--- Record extracts ---
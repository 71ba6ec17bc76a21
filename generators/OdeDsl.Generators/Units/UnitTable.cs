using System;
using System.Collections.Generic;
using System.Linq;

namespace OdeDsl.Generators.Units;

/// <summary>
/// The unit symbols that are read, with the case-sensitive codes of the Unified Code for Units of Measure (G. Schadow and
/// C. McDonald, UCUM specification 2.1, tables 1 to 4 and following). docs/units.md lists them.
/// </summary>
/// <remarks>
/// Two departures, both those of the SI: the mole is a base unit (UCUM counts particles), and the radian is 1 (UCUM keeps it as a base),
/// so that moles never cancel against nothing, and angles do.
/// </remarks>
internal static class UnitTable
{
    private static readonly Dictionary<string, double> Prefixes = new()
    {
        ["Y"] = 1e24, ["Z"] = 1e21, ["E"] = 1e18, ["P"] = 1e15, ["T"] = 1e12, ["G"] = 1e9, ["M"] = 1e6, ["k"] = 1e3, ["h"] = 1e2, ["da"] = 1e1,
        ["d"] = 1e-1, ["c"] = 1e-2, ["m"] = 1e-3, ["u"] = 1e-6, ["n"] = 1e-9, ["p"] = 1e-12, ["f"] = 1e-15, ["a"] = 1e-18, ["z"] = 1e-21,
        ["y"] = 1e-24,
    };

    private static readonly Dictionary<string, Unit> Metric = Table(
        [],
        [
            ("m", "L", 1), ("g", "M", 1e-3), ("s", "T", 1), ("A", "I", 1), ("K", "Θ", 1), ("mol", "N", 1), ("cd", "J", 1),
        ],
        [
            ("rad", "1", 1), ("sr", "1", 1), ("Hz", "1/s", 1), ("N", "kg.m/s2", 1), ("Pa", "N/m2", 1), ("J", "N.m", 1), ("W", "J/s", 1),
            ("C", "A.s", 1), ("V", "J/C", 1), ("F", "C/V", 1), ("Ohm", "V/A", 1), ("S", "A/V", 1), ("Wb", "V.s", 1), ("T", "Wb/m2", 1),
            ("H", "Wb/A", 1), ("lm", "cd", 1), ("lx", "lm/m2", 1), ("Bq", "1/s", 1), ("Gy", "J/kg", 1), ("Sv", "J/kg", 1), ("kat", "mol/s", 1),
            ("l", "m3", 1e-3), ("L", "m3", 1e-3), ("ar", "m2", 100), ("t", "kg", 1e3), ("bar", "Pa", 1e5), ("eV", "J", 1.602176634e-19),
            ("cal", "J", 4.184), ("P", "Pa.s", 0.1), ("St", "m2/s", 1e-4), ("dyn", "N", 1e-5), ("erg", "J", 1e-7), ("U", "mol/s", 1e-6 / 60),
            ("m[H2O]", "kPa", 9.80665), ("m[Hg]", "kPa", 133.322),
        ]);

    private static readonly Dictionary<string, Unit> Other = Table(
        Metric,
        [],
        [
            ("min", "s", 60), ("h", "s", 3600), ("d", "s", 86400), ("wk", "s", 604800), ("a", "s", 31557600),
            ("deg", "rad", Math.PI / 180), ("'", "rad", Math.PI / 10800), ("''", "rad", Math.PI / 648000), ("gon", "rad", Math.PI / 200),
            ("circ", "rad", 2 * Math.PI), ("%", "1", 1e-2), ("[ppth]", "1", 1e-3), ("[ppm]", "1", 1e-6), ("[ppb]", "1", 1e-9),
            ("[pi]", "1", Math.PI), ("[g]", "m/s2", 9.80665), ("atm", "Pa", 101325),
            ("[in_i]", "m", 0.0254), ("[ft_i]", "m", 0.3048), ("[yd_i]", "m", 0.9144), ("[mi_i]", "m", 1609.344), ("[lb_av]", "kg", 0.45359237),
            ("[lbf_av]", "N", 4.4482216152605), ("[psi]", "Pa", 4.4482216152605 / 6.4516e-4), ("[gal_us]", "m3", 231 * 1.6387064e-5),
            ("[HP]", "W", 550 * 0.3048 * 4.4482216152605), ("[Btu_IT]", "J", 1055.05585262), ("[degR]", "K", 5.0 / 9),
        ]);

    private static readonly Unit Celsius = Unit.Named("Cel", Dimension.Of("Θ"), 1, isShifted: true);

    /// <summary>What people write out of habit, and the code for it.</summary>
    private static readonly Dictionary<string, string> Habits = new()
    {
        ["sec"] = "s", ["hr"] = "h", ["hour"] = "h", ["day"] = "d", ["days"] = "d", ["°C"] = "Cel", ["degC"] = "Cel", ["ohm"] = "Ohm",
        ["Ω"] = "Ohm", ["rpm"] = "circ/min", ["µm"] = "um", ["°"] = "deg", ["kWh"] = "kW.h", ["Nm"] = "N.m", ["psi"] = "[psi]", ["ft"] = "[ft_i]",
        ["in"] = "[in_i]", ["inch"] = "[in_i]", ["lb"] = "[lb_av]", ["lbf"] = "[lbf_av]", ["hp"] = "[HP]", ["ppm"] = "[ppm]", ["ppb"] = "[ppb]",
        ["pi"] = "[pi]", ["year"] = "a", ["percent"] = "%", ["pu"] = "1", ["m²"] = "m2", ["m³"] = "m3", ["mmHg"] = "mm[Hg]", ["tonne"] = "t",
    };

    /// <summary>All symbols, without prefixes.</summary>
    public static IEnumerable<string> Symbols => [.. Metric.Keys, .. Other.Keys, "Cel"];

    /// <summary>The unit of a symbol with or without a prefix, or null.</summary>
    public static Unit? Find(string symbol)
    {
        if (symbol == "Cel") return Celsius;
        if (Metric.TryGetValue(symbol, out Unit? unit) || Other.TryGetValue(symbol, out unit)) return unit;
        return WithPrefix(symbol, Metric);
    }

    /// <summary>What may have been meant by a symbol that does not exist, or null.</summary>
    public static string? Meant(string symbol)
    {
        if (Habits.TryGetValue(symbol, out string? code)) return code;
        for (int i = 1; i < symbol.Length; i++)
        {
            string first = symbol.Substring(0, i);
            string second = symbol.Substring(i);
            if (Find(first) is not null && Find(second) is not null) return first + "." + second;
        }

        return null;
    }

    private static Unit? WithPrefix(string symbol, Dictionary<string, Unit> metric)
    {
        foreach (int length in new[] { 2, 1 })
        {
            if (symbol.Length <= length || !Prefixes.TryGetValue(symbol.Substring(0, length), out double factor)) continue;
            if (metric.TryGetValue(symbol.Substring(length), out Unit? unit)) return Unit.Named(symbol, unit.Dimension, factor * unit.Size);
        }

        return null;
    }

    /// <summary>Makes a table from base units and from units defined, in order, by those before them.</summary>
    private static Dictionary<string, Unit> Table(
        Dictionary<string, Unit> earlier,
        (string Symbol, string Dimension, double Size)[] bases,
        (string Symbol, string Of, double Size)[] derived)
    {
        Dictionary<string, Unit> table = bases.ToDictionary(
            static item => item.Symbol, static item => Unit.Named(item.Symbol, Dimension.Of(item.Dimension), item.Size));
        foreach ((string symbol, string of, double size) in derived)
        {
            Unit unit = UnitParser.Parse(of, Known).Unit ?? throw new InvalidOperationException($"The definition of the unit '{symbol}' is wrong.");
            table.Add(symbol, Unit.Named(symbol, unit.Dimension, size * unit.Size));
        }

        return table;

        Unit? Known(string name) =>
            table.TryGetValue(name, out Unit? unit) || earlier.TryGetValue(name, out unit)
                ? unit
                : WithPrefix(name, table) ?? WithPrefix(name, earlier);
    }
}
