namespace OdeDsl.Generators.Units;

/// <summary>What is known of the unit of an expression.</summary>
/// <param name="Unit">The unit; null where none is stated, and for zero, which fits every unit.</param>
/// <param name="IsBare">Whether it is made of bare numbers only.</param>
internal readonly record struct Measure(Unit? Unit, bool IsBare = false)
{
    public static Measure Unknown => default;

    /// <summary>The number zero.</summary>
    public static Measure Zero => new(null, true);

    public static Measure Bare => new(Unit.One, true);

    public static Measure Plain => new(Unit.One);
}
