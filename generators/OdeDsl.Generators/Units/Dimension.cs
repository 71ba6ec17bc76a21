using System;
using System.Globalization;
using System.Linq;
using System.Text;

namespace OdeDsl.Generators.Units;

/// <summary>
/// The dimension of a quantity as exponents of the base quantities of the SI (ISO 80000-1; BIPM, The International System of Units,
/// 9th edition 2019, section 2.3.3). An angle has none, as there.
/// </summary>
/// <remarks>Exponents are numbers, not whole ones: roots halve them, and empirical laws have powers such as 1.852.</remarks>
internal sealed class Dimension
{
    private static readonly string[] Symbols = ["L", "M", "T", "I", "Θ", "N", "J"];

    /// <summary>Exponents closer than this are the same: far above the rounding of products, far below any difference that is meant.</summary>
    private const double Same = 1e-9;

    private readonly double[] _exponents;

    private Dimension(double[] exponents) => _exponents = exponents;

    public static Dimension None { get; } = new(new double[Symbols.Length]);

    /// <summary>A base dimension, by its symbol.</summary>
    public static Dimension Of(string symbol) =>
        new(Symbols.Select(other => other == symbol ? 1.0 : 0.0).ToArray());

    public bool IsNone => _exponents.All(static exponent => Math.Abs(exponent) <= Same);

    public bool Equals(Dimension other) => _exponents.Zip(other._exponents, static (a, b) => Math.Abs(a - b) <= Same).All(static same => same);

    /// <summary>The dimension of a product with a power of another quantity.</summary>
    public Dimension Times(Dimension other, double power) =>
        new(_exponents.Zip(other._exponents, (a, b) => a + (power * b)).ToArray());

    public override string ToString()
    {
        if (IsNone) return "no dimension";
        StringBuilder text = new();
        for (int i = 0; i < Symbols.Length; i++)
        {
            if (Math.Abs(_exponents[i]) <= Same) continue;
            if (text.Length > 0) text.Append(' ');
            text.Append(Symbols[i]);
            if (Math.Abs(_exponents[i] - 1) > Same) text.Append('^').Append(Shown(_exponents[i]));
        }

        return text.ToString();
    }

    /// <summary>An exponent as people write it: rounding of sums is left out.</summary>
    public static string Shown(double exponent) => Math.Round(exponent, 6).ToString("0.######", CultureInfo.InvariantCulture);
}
---
--- Record extracts ---
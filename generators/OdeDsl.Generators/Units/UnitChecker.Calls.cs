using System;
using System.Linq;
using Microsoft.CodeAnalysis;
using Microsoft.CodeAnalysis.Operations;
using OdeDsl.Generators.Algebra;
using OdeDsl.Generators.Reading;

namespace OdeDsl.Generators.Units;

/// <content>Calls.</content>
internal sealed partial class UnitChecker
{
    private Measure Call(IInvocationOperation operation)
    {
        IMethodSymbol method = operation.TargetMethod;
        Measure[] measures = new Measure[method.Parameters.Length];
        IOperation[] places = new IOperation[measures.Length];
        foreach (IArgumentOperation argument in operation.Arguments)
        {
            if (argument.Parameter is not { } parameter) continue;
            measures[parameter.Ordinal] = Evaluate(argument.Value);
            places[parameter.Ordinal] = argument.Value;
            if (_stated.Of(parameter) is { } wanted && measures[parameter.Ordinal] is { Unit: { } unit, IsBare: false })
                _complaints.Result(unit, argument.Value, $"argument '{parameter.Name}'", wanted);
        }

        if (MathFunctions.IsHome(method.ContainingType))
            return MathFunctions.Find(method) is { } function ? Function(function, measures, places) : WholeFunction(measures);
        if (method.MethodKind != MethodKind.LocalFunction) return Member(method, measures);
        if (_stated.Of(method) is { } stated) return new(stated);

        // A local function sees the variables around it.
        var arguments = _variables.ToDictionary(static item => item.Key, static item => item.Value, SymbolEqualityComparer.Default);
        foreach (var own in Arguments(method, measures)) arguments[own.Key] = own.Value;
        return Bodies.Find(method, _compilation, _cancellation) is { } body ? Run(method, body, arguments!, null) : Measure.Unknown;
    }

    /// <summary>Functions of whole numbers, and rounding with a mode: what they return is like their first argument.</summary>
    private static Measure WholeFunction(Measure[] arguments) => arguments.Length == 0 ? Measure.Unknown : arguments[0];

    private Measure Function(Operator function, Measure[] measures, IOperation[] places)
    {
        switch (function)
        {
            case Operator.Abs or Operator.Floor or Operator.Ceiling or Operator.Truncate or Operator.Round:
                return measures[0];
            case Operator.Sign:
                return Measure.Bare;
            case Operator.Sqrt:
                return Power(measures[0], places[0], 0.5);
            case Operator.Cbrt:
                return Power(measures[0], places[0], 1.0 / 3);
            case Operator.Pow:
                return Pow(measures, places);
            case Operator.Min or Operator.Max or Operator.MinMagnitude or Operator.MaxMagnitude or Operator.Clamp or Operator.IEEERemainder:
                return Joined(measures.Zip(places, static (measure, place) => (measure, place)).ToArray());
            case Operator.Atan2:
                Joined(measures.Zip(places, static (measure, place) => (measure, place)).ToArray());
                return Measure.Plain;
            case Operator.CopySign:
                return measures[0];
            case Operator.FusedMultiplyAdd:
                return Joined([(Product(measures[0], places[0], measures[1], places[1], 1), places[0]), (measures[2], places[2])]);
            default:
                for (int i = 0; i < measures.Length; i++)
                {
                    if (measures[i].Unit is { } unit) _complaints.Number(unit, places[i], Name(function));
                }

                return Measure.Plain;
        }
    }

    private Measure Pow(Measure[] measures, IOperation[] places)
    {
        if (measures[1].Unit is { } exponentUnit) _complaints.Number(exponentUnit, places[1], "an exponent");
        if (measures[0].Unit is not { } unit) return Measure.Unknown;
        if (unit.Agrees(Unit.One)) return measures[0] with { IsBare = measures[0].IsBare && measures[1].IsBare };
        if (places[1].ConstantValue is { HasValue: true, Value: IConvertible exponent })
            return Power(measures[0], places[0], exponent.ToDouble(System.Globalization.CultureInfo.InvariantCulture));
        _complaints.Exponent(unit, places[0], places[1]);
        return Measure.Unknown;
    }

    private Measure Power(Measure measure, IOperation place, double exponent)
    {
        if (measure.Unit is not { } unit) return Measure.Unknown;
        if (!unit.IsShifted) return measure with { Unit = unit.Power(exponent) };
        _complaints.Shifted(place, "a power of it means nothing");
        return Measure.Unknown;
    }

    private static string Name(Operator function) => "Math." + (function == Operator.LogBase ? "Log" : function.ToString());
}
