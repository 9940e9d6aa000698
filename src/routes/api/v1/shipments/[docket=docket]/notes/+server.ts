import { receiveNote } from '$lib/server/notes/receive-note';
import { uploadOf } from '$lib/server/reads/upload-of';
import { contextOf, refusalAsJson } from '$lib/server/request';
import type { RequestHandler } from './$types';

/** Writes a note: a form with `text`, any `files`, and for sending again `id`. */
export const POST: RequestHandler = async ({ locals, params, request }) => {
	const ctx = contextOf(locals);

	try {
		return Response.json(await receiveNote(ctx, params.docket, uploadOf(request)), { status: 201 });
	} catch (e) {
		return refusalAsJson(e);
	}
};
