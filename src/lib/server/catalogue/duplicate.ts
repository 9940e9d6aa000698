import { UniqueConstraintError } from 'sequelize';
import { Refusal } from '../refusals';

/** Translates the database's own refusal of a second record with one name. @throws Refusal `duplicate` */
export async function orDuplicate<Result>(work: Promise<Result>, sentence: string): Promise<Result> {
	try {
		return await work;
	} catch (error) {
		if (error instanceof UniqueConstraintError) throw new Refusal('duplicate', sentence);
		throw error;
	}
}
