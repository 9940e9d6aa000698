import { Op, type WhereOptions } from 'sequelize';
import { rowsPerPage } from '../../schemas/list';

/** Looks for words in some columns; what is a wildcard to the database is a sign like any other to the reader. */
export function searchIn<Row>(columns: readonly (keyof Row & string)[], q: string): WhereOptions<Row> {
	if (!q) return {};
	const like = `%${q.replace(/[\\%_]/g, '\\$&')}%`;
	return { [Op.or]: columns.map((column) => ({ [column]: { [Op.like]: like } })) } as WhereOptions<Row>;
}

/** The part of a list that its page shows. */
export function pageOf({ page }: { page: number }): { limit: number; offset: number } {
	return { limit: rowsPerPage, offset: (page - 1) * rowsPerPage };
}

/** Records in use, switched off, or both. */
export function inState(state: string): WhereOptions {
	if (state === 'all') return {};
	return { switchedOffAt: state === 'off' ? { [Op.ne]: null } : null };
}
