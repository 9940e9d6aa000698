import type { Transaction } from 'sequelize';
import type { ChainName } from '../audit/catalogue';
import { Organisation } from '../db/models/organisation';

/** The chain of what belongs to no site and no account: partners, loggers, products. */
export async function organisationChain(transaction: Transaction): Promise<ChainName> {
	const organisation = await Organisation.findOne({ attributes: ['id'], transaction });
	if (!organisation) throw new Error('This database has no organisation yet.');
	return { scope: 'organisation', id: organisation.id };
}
---
Exercise aim: Lines that include the word "docket" are to be extracted from the data above.

Result of this exercise:
filename src/routes/api/v1/shipments/[docket=docket]/notes/+server.ts
		return Response.json(await receiveNote(ctx, params.docket, uploadOf(request)), { status: 201 });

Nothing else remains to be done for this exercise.